# Looking to get my Beretta PX4 Slide refinished



## dondavis3 (Aug 2, 2009)

Hi all,

I'm thinking about getting my Beretta PX4 Slide refinished / polished / changed to silver.

I've seen someone post a beautiful picture of their PX 4 that they had this done to.

It looked great to me.

Where did they get it done and what did it costs?

Thanks 

:smt1099


----------



## falchunt (May 8, 2009)

I looked like crazy for that picture to see who's it was ( I remember seeing it too) but I couldn't find it anywhere.... I made a few compliments of the pic when the poster put them up and I did ask where it was done and how much. I don't recall prices, but I did bookmark the page.

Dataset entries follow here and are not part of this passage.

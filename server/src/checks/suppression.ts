// Suppression (product.md): `*pnlint: ignore <rule>` for the next element line (or, inline,
// its own line), `*pnlint: ignore-file <rule>` for the whole file, and pnlint.json's ignores.
import type { Circuit } from '../netlist/circuit.js';
import type { Finding } from '../findings.js';
import type { WorkspaceConfig } from '../config.js';
import type { Directives } from './directives.js';

export function applySuppressions(findings: Finding[], circuit: Circuit, directives: Directives, config: WorkspaceConfig | undefined): Finding[] {
  const sameName = (a: string | undefined, b: string) => a !== undefined && a.toLowerCase() === b.toLowerCase();
  return findings.filter((finding) => {
    for (const suppression of directives.suppressions) {
      if (!suppression.rules.includes(finding.rule)) continue;
      if (suppression.file !== undefined) {
        // A top-level ignore-file covers the whole check; one in an included file covers findings placed there.
        if (suppression.file === circuit.uri || suppression.file === finding.location.uri) return false;
        continue;
      }
      if (suppression.element === undefined) continue;
      if (sameName(finding.element, suppression.element)) return false;
      const element = circuit.elements.find((each) => each.name === suppression.element);
      if (element && element.location.uri === finding.location.uri && element.location.range.start.line === finding.location.range.start.line) return false;
    }
    for (const suppression of config?.suppressions ?? []) {
      if (!suppression.rules.includes(finding.rule)) continue;
      if (!suppression.elements) return false;
      if (suppression.elements.some((name) => sameName(finding.element, name))) return false;
    }
    return true;
  });
}
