// A small JSON reader that keeps where each value was written, so that a mistake in
// pnlint.json gets a diagnostic at its own key rather than at the top of the file.
// RFC 8259 JSON; it never throws: a syntax error is returned with its range.
import type { Position, Range } from '@pnlint/grammar';

export type JsonNode =
  | { type: 'object'; members: JsonMember[]; range: Range }
  | { type: 'array'; items: JsonNode[]; range: Range }
  | { type: 'string'; value: string; range: Range }
  | { type: 'number'; value: number; range: Range }
  | { type: 'boolean'; value: boolean; range: Range }
  | { type: 'null'; range: Range };

export interface JsonMember {
  key: string;
  keyRange: Range;
  value: JsonNode;
}

export type JsonReading = { ok: true; root: JsonNode } | { ok: false; message: string; range: Range };

/** Nesting deeper than this is refused rather than recursed into (no input can exhaust the stack). */
const MAXIMUM_DEPTH = 200;

class JsonSyntaxError {
  constructor(
    readonly message: string,
    readonly offset: number,
  ) {}
}

export function readJson(text: string): JsonReading {
  const lineStarts = [0];
  for (let index = 0; index < text.length; index++) if (text[index] === '\n') lineStarts.push(index + 1);
  const position = (offset: number): Position => {
    let low = 0;
    let high = lineStarts.length - 1;
    while (low < high) {
      const middle = (low + high + 1) >> 1;
      if (lineStarts[middle]! <= offset) low = middle;
      else high = middle - 1;
    }
    return { line: low, column: offset - lineStarts[low]!, offset };
  };
  const range = (start: number, end: number): Range => ({ start: position(start), end: position(end) });
  let cursor = text.charCodeAt(0) === 0xfeff ? 1 : 0; // a byte-order mark is not content

  const skipSpace = () => {
    while (cursor < text.length && ' \t\r\n'.includes(text[cursor]!)) cursor++;
  };
  const fail = (message: string): never => {
    throw new JsonSyntaxError(message, cursor);
  };

  const readString = (): { value: string; start: number; end: number } => {
    const start = cursor;
    cursor++; // opening quote
    let value = '';
    while (cursor < text.length) {
      const character = text[cursor]!;
      if (character === '"') {
        cursor++;
        return { value, start, end: cursor };
      }
      if (character === '\\') {
        const escape = text[cursor + 1];
        const simple: Record<string, string> = { '"': '"', '\\': '\\', '/': '/', b: '\b', f: '\f', n: '\n', r: '\r', t: '\t' };
        if (escape !== undefined && simple[escape] !== undefined) {
          value += simple[escape];
          cursor += 2;
        } else if (escape === 'u' && /^[0-9a-fA-F]{4}$/.test(text.slice(cursor + 2, cursor + 6))) {
          value += String.fromCharCode(parseInt(text.slice(cursor + 2, cursor + 6), 16));
          cursor += 6;
        } else fail('Bad escape in a string.');
        continue;
      }
      if (character < ' ') fail('A string cannot hold a raw control character or line break.');
      value += character;
      cursor++;
    }
    return fail('Unterminated string.');
  };

  const readValue = (depth: number): JsonNode => {
    if (depth > MAXIMUM_DEPTH) fail('Nested too deeply.');
    skipSpace();
    const start = cursor;
    const character = text[cursor];
    if (character === '{') {
      cursor++;
      const members: JsonMember[] = [];
      skipSpace();
      if (text[cursor] === '}') {
        cursor++;
        return { type: 'object', members, range: range(start, cursor) };
      }
      for (;;) {
        skipSpace();
        if (text[cursor] !== '"') fail('Expected a quoted key.');
        const key = readString();
        skipSpace();
        if (text[cursor] !== ':') fail("Expected ':' after the key.");
        cursor++;
        const value = readValue(depth + 1);
        members.push({ key: key.value, keyRange: range(key.start, key.end), value });
        skipSpace();
        if (text[cursor] === ',') {
          cursor++;
          continue;
        }
        if (text[cursor] === '}') {
          cursor++;
          return { type: 'object', members, range: range(start, cursor) };
        }
        fail("Expected ',' or '}'.");
      }
    }
    if (character === '[') {
      cursor++;
      const items: JsonNode[] = [];
      skipSpace();
      if (text[cursor] === ']') {
        cursor++;
        return { type: 'array', items, range: range(start, cursor) };
      }
      for (;;) {
        items.push(readValue(depth + 1));
        skipSpace();
        if (text[cursor] === ',') {
          cursor++;
          continue;
        }
        if (text[cursor] === ']') {
          cursor++;
          return { type: 'array', items, range: range(start, cursor) };
        }
        fail("Expected ',' or ']'.");
      }
    }
    if (character === '"') {
      const string = readString();
      return { type: 'string', value: string.value, range: range(string.start, string.end) };
    }
    const number = /^-?(?:0|[1-9]\d*)(?:\.\d+)?(?:[eE][+-]?\d+)?/.exec(text.slice(cursor, cursor + 400));
    if (number) {
      cursor += number[0].length;
      return { type: 'number', value: Number(number[0]), range: range(start, cursor) };
    }
    for (const [word, node] of [
      ['true', { type: 'boolean', value: true }],
      ['false', { type: 'boolean', value: false }],
      ['null', { type: 'null' }],
    ] as const) {
      if (text.startsWith(word, cursor)) {
        cursor += word.length;
        return { ...node, range: range(start, cursor) } as JsonNode;
      }
    }
    return fail(cursor >= text.length ? 'Unexpected end of the file.' : `Unexpected '${character}'.`);
  };

  try {
    const root = readValue(0);
    skipSpace();
    if (cursor < text.length) fail('Unexpected text after the JSON value.');
    return { ok: true, root };
  } catch (error) {
    if (error instanceof JsonSyntaxError) {
      const end = Math.min(error.offset + 1, text.length);
      return { ok: false, message: error.message, range: range(Math.min(error.offset, text.length), end) };
    }
    throw error;
  }
}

http://www.robarguns.com/index.htm

hope this helps


----------



## dosborn (Apr 17, 2009)

I had CCR refinish the slide and controls on a Sig for me. I am confident they would do a good job on your Beretta. I just took these pics last weekend and have been meaning to post them anyway.


----------



## dondavis3 (Aug 2, 2009)

Thank you so much for your efforts.

Someone else found the picture and information for me.

It was CCR that did the fine work.

You can see it here :

http://berettaforum.net/vb/showthread.php?p=564401#post564401

+1 dosborn it looks good to me.

:smt1099


----------